#### Task
When the string "refused" is part of a line in the data below, report the whole line.
___ Dataset extract
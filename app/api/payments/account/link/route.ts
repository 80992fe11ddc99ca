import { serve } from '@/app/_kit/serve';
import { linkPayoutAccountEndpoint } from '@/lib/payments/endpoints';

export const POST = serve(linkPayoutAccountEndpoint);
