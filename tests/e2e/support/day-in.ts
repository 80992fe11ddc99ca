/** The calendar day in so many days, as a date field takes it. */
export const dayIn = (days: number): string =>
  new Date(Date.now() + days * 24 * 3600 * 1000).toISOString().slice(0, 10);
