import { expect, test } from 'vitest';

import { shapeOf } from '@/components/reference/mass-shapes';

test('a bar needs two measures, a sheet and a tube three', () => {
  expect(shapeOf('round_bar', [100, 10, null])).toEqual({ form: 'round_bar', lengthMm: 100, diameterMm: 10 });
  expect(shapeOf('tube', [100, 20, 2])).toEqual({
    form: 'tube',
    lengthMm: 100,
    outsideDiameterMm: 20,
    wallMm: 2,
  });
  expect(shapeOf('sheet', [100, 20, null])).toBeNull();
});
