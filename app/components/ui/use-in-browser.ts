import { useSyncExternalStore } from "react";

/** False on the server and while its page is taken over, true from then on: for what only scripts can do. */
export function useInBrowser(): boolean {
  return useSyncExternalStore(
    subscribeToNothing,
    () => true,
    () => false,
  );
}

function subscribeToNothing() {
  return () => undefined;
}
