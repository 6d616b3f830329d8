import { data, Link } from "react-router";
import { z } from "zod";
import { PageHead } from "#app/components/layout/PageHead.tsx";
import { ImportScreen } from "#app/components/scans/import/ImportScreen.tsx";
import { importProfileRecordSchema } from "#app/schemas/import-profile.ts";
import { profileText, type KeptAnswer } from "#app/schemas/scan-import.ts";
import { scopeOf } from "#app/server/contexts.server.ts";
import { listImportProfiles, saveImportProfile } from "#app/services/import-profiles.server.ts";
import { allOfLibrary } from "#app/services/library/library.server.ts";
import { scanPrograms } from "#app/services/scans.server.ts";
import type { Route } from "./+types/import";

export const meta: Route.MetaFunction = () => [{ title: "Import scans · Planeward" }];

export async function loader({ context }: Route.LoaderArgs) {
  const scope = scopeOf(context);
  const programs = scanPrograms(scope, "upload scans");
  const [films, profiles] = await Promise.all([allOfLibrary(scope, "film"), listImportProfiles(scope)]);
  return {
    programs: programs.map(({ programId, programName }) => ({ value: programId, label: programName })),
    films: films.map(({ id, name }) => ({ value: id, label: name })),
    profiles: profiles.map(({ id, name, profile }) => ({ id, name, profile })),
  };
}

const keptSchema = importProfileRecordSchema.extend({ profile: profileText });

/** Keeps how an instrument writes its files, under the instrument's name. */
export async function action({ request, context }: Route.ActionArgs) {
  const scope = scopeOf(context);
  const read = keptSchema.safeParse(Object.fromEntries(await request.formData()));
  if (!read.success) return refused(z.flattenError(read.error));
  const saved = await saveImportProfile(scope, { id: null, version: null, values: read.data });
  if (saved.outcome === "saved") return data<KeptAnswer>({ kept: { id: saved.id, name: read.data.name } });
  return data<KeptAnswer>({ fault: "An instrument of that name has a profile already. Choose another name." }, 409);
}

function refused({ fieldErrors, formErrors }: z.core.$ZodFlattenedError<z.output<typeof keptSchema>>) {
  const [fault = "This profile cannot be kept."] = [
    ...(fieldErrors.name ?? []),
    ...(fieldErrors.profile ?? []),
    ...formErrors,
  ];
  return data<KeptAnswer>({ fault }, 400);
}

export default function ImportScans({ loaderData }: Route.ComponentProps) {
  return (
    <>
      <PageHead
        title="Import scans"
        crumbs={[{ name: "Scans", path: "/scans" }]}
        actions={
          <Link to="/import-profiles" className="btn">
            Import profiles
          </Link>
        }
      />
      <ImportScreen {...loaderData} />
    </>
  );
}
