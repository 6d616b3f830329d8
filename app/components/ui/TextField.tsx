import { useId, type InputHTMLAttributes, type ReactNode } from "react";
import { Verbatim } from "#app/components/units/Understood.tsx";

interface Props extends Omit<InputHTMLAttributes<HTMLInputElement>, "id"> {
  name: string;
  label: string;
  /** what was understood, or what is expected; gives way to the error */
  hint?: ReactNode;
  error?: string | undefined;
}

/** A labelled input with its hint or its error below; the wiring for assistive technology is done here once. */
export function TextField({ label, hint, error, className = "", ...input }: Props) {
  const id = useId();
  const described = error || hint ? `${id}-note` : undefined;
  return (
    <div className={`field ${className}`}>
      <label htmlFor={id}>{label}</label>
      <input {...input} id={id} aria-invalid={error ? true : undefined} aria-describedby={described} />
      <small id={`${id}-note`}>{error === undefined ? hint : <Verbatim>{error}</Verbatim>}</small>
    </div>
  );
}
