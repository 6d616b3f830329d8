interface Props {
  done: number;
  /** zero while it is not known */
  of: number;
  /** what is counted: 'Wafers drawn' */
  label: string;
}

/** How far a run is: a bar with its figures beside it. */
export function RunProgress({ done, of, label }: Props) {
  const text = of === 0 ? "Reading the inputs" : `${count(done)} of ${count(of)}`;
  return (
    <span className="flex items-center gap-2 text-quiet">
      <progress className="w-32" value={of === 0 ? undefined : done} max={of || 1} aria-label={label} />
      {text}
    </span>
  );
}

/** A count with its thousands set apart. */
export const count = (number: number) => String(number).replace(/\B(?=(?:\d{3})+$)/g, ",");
______
#### Result
  if (!read.success) return refused(z.flattenError(read.error));
function refused({ fieldErrors, formErrors }: z.core.$ZodFlattenedError<z.output<typeof keptSchema>>) {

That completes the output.